Do not be guided by free advice floating around in the business channels and pink papers. Since the advent of internet and business papers, nobody has become a millionaire following the advice of “stock gurus” who dole out stock tips in dozens. Though, records say that billionaires have in fact become millionaires.

5    Thy shalt focus on wealth creation, rather than on making money

Investment is not about making money. It is about creating wealth. Like Rome, wealth will not be created either by trading or in short term. Remember, investments are done so that they can be the 2nd. earning member of your family when you stop earning. To give you an example of the growth that Equities (mutual funds in particular)—Rs. 10,000 invested in HDFC Equity on 01/01/1995 would be worth Rs. 2, 76,571 as on 30/11/2012---despite all the wars, famines, floods, scams, assassinations ET all Do we have any data to suggest that the following 20-30 years will be any different?(Read "yahi hai right way to create wealth)"

6   Thy shalt spend time with your family

Do take time out for your family. Go on a vacation once in a year—where there will be no mobiles, or client meetings to worry about. It is said that a family that eats together stays together.  It has been rightly said that a man can face the rigors of life if he has the support or backing of his family. After all is the “family” not the reason why you work so hard?

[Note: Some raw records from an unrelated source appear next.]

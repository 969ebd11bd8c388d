//! Reference-library checks of the tree and k-NN families against scikit-learn, through fixtures
//! computed once by `tests/fixtures/make_sklearn_fixtures.py` (design §7). The fixtures hold the
//! data, scikit-learn's predictions and the versions that produced them; no Python is needed here.
//!
//! Source of every expected value below: scikit-learn (`DecisionTreeRegressor`,
//! `DecisionTreeClassifier`, `KNeighborsRegressor`, `KNeighborsClassifier`), version recorded in
//! each fixture's `meta.sklearn` (1.9.1 with numpy 2.4.6 when the fixtures were made).
//!
//! # What is expected to agree, and why
//!
//! - **Trees.** Both implementations choose the split of maximal impurity decrease among
//!   thresholds at midpoints `a/2 + b/2` of consecutive distinct sorted values, and predict the
//!   node mean or the majority class (ties to the smallest class index in both). The tree inputs
//!   are float32-representable (scikit-learn casts X to float32) and separated by more than
//!   scikit-learn's 1e-7 `FEATURE_THRESHOLD`, so the candidate sets are identical. Where the best
//!   split at a node is unique, both trees take it; where it is not, the choice is a tie, broken by
//!   input index here and by a random feature order in scikit-learn. Such ties are *not* rare: two
//!   inputs (or a split and a mirror split) that cut a node's samples into the same two groups
//!   have mathematically equal scores, and in a node of 2 samples every input does. The fixture
//!   script finds, for every internal node of every scikit-learn tree, whether its best split was
//!   tied (or had zero gain: scikit-learn still splits, this family makes a leaf), and records per
//!   evaluation point the depth of the first such node on scikit-learn's decision path
//!   (`tie_depth`, -1 if none). Points whose path has no tied node must agree (regression to
//!   1e-9, classes exactly); points below a tie may differ, and are counted, not asserted.
//! - **k-NN regression**: the mean of the same k neighbours, to 1e-12 (continuous data; the
//!   script asserts that no two of the 14 nearest squared distances are within 1e-9 relative).
//! - **k-NN classification**: same neighbours; at a vote tie scikit-learn predicts the smallest
//!   tied class label (argmax of class proportions), this family the class of the nearest
//!   neighbour among the tied classes. Every point is checked against its rule; disagreements
//!   occur only at vote ties, and with two classes and odd k there are none.

use std::collections::BTreeMap;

Wealth creation is long journey without any guiding posts. We should invest in companies or Mutual Fund schemes with a clear focus on our goals and our resolve to meet them. Equity as an asset class will deliver inflation adjusted returns but over long term. This “long term” has to be calibrated to your goals. According to an interesting study done by a prominent foreign AMC, it was shown that over the last 16 odd years, there have been almost equal numbers of good bad quarters as far as equity returns are concerned. So theoretically, market (sensex) should be still trading close to 3000 levels. But it is trading at 18000 levels. And that’s how you create wealth with zero tolerance to loss.

Wish you all a very successful 2013—financially.